Client: Federal Government of Brazil / Central Bank of Brazil  
Topic: PIX user behavior  
Analyzed period: 2023 and 2024  
Platform: Databricks Free Edition  
Storage: Unity Catalog + Volumes
---
# Project Context

This work is part of the MVP for the Data Engineering module and aims to build a cloud-based data pipeline, from data collection to analysis, using real and public data.

The project was developed in a governmental context, considering the Central Bank as the main stakeholder. The focus is on analyzing the behavior of users of the PIX instant payment system, seeking to understand usage patterns over time, differences across user profiles, and regional variations.

Although the project applies Data Engineering concepts and tools, it prioritizes clarity, organization, and end-to-end process understanding, focusing on building a functional and well-documented pipeline rather than overly complex solutions.

---
# Dataset Used

The dataset used in this MVP comes from the Central Bank of Brazil through the PIX – Open Data initiative, made available via a public API.

The data represents aggregated monthly statistics of PIX transactions, including information on transaction volume, total value, and general characteristics of the users involved, such as age group, region, transaction nature, and purpose.

For this work, data from the years 2023 and 2024 was used, stored in two separate CSV files:

* pix_2023.csv  
* pix_2024.csv  

The files were downloaded locally from the official API and later uploaded to the Databricks environment, where they became part of the raw data layer of the pipeline.

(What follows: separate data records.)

#[cfg(test)]
mod tests {
    use super::*;
    use crate::testutil::{assert_close, read_f64, read_json};
    use ndarray::Axis;

    fn strings(v: &serde_json::Value) -> Vec<String> {
        serde_json::from_value(v.clone()).expect("strings")
    }

    /// One subject's array of the numpy fixture (tests/reference/gen_norm.py).
    fn subject_input(k: usize) -> LabelledArray {
        let meta = read_json("norm", "aggregate");
        let numbers =
            |key: &str| -> Vec<f64> { serde_json::from_value(meta[key].clone()).unwrap() };
        let pairs: Vec<[String; 2]> = serde_json::from_value(meta["pairs"].clone()).unwrap();
        let layout = Layout {
            dims: ["condition", "measure", "pair", "freq", "time"]
                .map(String::from)
                .to_vec(),
            coords: vec![
                Coord::Labels(strings(&meta["conditions"])),
                Coord::Labels(strings(&meta["measures"])),
                Coord::Pairs(pairs.into()),
                Coord::Numbers(numbers("freqs")),
                Coord::Numbers(numbers("times")),
            ],
            units: "1".into(),
            meta: Meta {
                sampling_rate: Some(50.0),
                ..Meta::default()
            },
            ..Layout::default()
        };
        let all = read_f64("norm", "aggregate_input");
        let values = all.index_axis(Axis(0), k).mapv(|v| v as f32);
        LabelledArray::real(layout, values).expect("consistent fixture")
    }

    fn params(extra: serde_json::Value) -> AggregateParams {
        let meta = read_json("norm", "aggregate");
        let mut p = serde_json::json!({ "bands": meta["bands"], "windows": meta["windows"] });
        if let (Some(p), Some(extra)) = (p.as_object_mut(), extra.as_object()) {
            p.extend(extra.clone());
        }
        crate::op::parse_params(&p).expect("params")
    }

    fn run_one(p: &AggregateParams, a: &LabelledArray) -> Result<LabelledArray, StageError> {
        let input = Input {
            stage: "norm",
            subject: Some("sub-01"),
            array: a,
        };
        Aggregate::run(p, &[input], &mut Notes::default())
    }

    fn f64s(a: &LabelledArray) -> Vec<f64> {
        a.real_values().unwrap().iter().map(|&v| v.into()).collect()
    }

    #[test]
    fn prepared_means_slice_along_every_axis_no_reduction_takes() {
        // The slicing protocol (op.rs), which the runner relies on to prepare a subject in
        // slabs: each cut of the numpy fixture along an axis the reductions keep gives the
        // whole prepared array's slice bit for bit, with the same layout.
        let input = subject_input(1);
        let over = serde_json::json!({ "over": "subjects" });
        let mut grouped = over.clone();
        let pairs = input.layout.coords[2].pairs().unwrap()[..2].to_vec();
        grouped["pair_groups"] = serde_json::json!({ "front": pairs });
        for extra in [over, grouped, serde_json::json!({})] {
            let p = params(extra.clone());
            let prepare = |a: &LabelledArray| {
                let input = Input {
                    stage: "norm",
                    subject: Some("sub-02"),
                    array: a,
                };
                Aggregate::prepare(&p, &input).map(Result::unwrap)
            };
            let whole = prepare(&input);
            for (k, axis) in input.layout.dims.iter().enumerate() {
                let slices = Aggregate::prepare_slices_along(&p, axis);
                let kept = matches!(axis.as_str(), "condition" | "measure")
                    || axis == "pair" && p.pair_groups.is_none();
                assert_eq!(slices, kept && p.over.is_some(), "{extra} {axis}");
                if !slices {
                    continue;
                }
                let (whole, n) = (whole.as_ref().unwrap(), input.layout.coords[k].len());
                for part in [0..1, 1..n] {
                    let cut = prepare(&input.slice(axis, part.clone()).unwrap()).unwrap();
                    let want = whole.slice(axis, part.clone()).unwrap();
                    assert_eq!(cut.layout, want.layout, "{extra} {axis} {part:?}");
                    let bits = crate::testutil::real_bits;
                    assert_eq!(bits(&cut), bits(&want), "{extra} {axis} {part:?}");
                }
            }
        }
    }

    #[test]
    fn band_and_window_means_match_numpy() {
        // Reference: numpy means over inclusive masks (gen_norm.py; common practice, CHECKS.md);
        // NaN propagates within a subject as np.mean does. f32 output: 1e-6 relative.
        let meta = read_json("norm", "aggregate");
        let expected = read_f64("norm", "aggregate_subject_means");
        for k in 0..5 {
            let out = run_one(&params(serde_json::json!({})), &subject_input(k)).unwrap();
            assert_eq!(
                out.layout.dims,
                ["condition", "measure", "pair", "band", "window"]
            );
            assert_eq!(
                out.layout.coords[3],
                Coord::Labels(strings(&meta["band_order"]))
            );
            assert_eq!(
                out.layout.coords[4],
                Coord::Labels(strings(&meta["window_order"]))
            );
            assert_eq!(
                out.layout.meta.extra.get("table"),
                Some(&serde_json::json!(true))
            );
            assert_eq!(out.layout.meta.sampling_rate, None);
            let e = expected.index_axis(Axis(0), k).to_owned();
            assert_close(
                &f64s(&out),
                e.as_slice().unwrap(),
                1e-6,
                1e-6,
                "subject means",
            );
        }
    }

    #[test]
    fn pair_group_means_match_numpy() {
        let meta = read_json("norm", "aggregate");
        let p = params(serde_json::json!({ "pair_groups": meta["pair_groups"] }));
        let expected = read_f64("norm", "aggregate_pair_group_means");
        let out = run_one(&p, &subject_input(2)).unwrap();
        assert_eq!(out.layout.dims[2], "pair_group");
        assert_eq!(
            out.layout.coords[2],
            Coord::Labels(vec!["front_back".into()])
        );
        let e = expected.index_axis(Axis(0), 2).to_owned();
        assert_close(
            &f64s(&out),
            e.as_slice().unwrap(),
            1e-6,
            1e-6,
            "pair groups",
        );
    }

    fn group_inputs() -> (Vec<String>, Vec<LabelledArray>) {
        let ids = strings(&read_json("norm", "aggregate")["subjects"]);
        let arrays = (0..ids.len()).map(subject_input).collect();
        (ids, arrays)
    }

    fn run_group_on(
        p: &AggregateParams,
        ids: &[String],
        arrays: &[LabelledArray],
    ) -> Result<LabelledArray, StageError> {
        let inputs: Vec<Input> = ids
            .iter()
            .zip(arrays)
            .map(|(id, a)| Input {
                stage: "norm",
                subject: Some(id),
                array: a,
            })
            .collect();
        Aggregate::run(p, &inputs, &mut Notes::default())
    }

    #[test]
    fn mean_sem_n_over_subjects_match_numpy() {
        // Reference: np.nanmean, np.nanstd(ddof=1) / sqrt(n) with n the finite count
        // (gen_norm.py); the fixture has cells with n = 4, 1 (SEM NaN) and 0 (all NaN).
        let p = params(serde_json::json!({ "over": "subjects" }));
        assert!(Aggregate::joins_subjects(&p));
        let (ids, arrays) = group_inputs();
        let out = run_group_on(&p, &ids, &arrays).unwrap();
        let l = &out.layout;
        assert_eq!(
            l.dims,
            [
                "statistic",
                "subject",
                "condition",
                "measure",
                "pair",
                "band",
                "window"
            ]
        );
        assert_eq!(
            l.coords[0],
            Coord::Labels(STATISTICS.map(String::from).to_vec())
        );
        let mut subjects = ids.clone();
        subjects.push(GROUP.into());
        assert_eq!(l.coords[1], Coord::Labels(subjects));
        let values = out.real_values().unwrap();
        let group = values.index_axis(Axis(1), ids.len());
        for (k, name) in ["mean", "sem", "n"].iter().enumerate() {
            let expected = read_f64("norm", &format!("aggregate_group_{name}"));
            let actual: Vec<f64> = group
                .index_axis(Axis(0), k)
                .iter()
                .map(|&v| v.into())
                .collect();
            assert_close(&actual, expected.as_slice().unwrap(), 1e-6, 1e-6, name);
        }
        // Each subject's own row: its mean, SEM n/a, n = 1 where finite.
        let means = read_f64("norm", "aggregate_subject_means");
        let subject_rows = values.index_axis(Axis(0), 0);
        let actual: Vec<f64> = subject_rows
            .slice_axis(Axis(0), (0..ids.len()).into())
            .iter()
            .map(|&v| v.into())
            .collect();
        assert_close(
            &actual,
            means.as_slice().unwrap(),
            1e-6,
            1e-6,
            "subject rows",
        );
        let planned = Aggregate::layout(
            &p,
            &arrays
                .iter()
                .zip(&ids)
                .map(|(a, id)| InputLayout {
                    stage: "norm",
                    subject: Some(id),
                    layout: &a.layout,
                })
                .collect::<Vec<_>>(),
        )
        .unwrap();
        assert_eq!(planned.as_ref(), Some(l));
    }

    #[test]
    fn subjects_that_disagree_are_named() {
        let p = params(serde_json::json!({ "over": "subjects" }));
        let (ids, mut arrays) = group_inputs();
        arrays[3].layout.coords[2] = Coord::Pairs(
            [["F3", "P4"], ["F3", "Pz"], ["Cz", "P4"]]
                .map(|p| p.map(String::from))
                .to_vec()
                .into(),
        );
        let err = run_group_on(&p, &ids, &arrays).unwrap_err();
        assert_eq!(
            err,
            StageError::data(
                "subjects sub-01 and sub-04 cannot be joined: their `pair` axes differ \
                 (sub-01: 3 entries: F3-P4, F3-Cz, Cz-P4; sub-04: 3 entries: F3-P4, F3-Pz, Cz-P4)"
            )
        );
    }

    #[test]
    fn empty_band_and_window_name_the_available_range() {
        let mut layouts = subject_input(0);
        layouts.layout.coords[3] = Coord::Numbers(vec![3.0, 5.0, 7.0]);
        let p: AggregateParams = crate::op::parse_params(&serde_json::json!({
            "bands": { "theta": [4.0, 8.0], "gamma": [35.0, 45.0] }
        }))
        .unwrap();
        let input = InputLayout {
            stage: "norm",
            subject: None,
            layout: &layouts.layout,
        };
        let err = Aggregate::layout(&p, &[input]).unwrap_err();
        assert_eq!(
            err,
            StageError::param(
                "bands.gamma",
                "`gamma` [35, 45] Hz holds no freq point of the input, whose 3 freq points run \
                 over [3, 7] Hz"
            )
        );
        let p: AggregateParams = crate::op::parse_params(&serde_json::json!({
            "windows": { "late": [0.5, 0.7] }
        }))
        .unwrap();
        let err = Aggregate::layout(&p, &[input]).unwrap_err();
        assert!(
            matches!(&err, StageError::Param { field, message }
                if field == "windows.late" && message.contains("run over [-0.2, 0.38] s")),
            "{err:?}"
        );
    }

    #[test]
    fn pair_groups_must_name_existing_pairs_in_order() {
        let a = subject_input(0);
        let p: AggregateParams = crate::op::parse_params(&serde_json::json!({
            "pair_groups": { "back": [["P4", "F3"]] }
        }))
        .unwrap();
        let err = run_one(&p, &a).unwrap_err();
        let StageError::Param { field, message } = err else {
            panic!("not a param error")
        };
        assert_eq!(field, "pair_groups.back[0]");
        assert!(message.contains("the input has F3-P4"), "{message}");
        let twice = serde_json::json!({ "pair_groups": { "g": [["F3", "P4"], ["F3", "P4"]] } });
        let p: AggregateParams = crate::op::parse_params(&twice).unwrap();
        assert!(
            matches!(Aggregate::check(&p), Err(StageError::Param { field, .. }) if field == "pair_groups.g[1]")
        );
    }

    #[test]
    fn bad_ranges_are_param_errors() {
        let p: AggregateParams =
            crate::op::parse_params(&serde_json::json!({ "bands": { "theta": [8, 4] } })).unwrap();
        assert!(
            matches!(Aggregate::check(&p), Err(StageError::Param { field, .. }) if field == "bands.theta")
        );
        let e =
            crate::op::parse_params::<AggregateParams>(&serde_json::json!({ "over": "trials" }))
                .unwrap_err();
        assert!(matches!(e, StageError::Param { field, .. } if field == "over"));
    }

    #[test]
    fn mean_sem_n_small_cases() {
        // SEM = sd(ddof 1) / √n: for [1, 2, 3] sd = 1, so SEM = 1/√3 (worked by hand).
        let [m, s, n] = mean_sem_n([1.0, 2.0, f64::NAN, 3.0].into_iter());
        assert_eq!((m, n), (2.0, 3.0));
        assert!((s - 1.0 / 3f64.sqrt()).abs() < 1e-15);
        let [m, s, n] = mean_sem_n([f64::NAN].into_iter());
        assert!(m.is_nan() && s.is_nan() && n == 0.0);
    }

    /// The contiguous reduction against the general one (a plain per-index accumulation),
    /// bit for bit, over several shapes, axes, groups and seeds; and the flat group statistics
    /// against the index-by-index ones.
    #[test]
    fn contiguous_reductions_equal_the_general_ones_bit_for_bit() {
        use rand::{Rng, SeedableRng};
        for (seed, shape) in [vec![4usize, 9], vec![2, 3, 5, 7, 6], vec![1, 30, 1]]
            .into_iter()
            .enumerate()
        {
            let mut rng = rand_chacha::ChaCha8Rng::seed_from_u64(seed as u64 + 10);
            let len: usize = shape.iter().product();
            let data: Vec<f32> = (0..len).map(|_| rng.gen_range(-1.0..1.0)).collect();
            let values = ArrayD::from_shape_vec(IxDyn(&shape), data).unwrap();
            for axis in 0..shape.len() {
                let n = shape[axis];
                let r = Reduction {
                    axis,
                    new_name: "band",
                    groups: vec![
                        ("a".into(), (0..n.div_ceil(2)).collect()),
                        ("b".into(), (n / 2..n).collect()),
                        ("c".into(), vec![n - 1]),
                    ],
                };
                let fast = reduce_axis(&values.view(), &r);
                let plain = reduce_axis_any(&values.view(), &r);
                assert_eq!(fast.shape(), plain.shape());
                let bits = |a: &ArrayD<f64>| a.iter().map(|x| x.to_bits()).collect::<Vec<_>>();
                assert_eq!(bits(&fast), bits(&plain), "{shape:?} axis {axis}");
            }
            let subjects: Vec<ArrayD<f64>> = (0..3)
                .map(|k| values.mapv(|v| f64::from(v) * (k as f64 + 1.0)))
                .collect();
            let mut layout = Layout {
                dims: (0..shape.len()).map(|a| format!("d{a}")).collect(),
                coords: shape
                    .iter()
                    .map(|&n| Coord::Numbers((0..n).map(|i| i as f64).collect()))
                    .collect(),
                units: "1".into(),
                ..Layout::default()
            };
            layout = group_layout(&layout, &["1", "2", "3"]);
            let fast = group_values(&subjects, &layout);
            let plain = group_values_any(&subjects, &layout);
            let bits = |a: &ArrayD<f32>| a.iter().map(|x| x.to_bits()).collect::<Vec<_>>();
            assert_eq!(bits(&fast), bits(&plain));
        }
    }
}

Main columns used in the analysis:

* AnoMes: transaction period (year and month)  
* PAG_IDADE: payer age group  
* REC_IDADE: receiver age group  
* PAG_REGIAO: payer region  
* REC_REGIAO: receiver region  
* NATUREZA: transaction nature  
* FINALIDADE: transaction purpose  
* QUANTIDADE: number of transactions  
* VALOR: total transacted value  

In addition, some extra columns were kept in the raw data only for documentation and contextual purposes, but were not directly used in the final analyses.

---
# Data Pipeline Architecture

To organize the pipeline, a layered architecture was adopted, widely used in data projects for facilitating separation of responsibilities and transformation traceability.

## Bronze Layer (raw data)

The Bronze layer contains the data exactly as obtained, without any transformation or analytical treatment.

In this layer:

* the original CSV files are stored in Databricks;  
* the goal is to preserve the original data source;  
* potential issues or inconsistencies are not yet addressed.

This layer serves as a reliable reference point for auditing and reprocessing, if needed.

## Silver Layer (processed data)

The Silver layer contains cleaned and standardized data, ready for analytical modeling.

At this stage:

* data from 2023 and 2024 is unified;  
* data types are adjusted (e.g., numeric values and dates);  
* relevant columns are organized and standardized;  
* the data gains a consistent structure.

The goal of the Silver layer is to prepare the data for analysis without yet applying specific business rules.

## Gold Layer (analytical model)

The Gold layer represents the final analytical view of the data, structured to facilitate queries and analysis.

In this layer:

* data is organized into a star schema;  
* dimension tables are created (time, user, region, nature, purpose);  
* a fact table is created to concentrate the main transaction and value metrics.

This structure enables clear and efficient answers to the business questions defined at the beginning of the project.

---
# Databricks Organization

The project uses Unity Catalog for data organization, with the following structure:

* Catalog: mvp_pix  
* Schema: dados  
* Volume (Bronze): /Volumes/mvp_pix/dados/bronze/

This organization facilitates pipeline visualization, project documentation, and the generation of evidence for evaluation.

---
# Final Note

This MVP does not aim to exhaust all analytical possibilities of the dataset, but rather to demonstrate, in a structured and functional way, the construction of a complete data pipeline—from data collection to analysis—with justified technical decisions and clear documentation.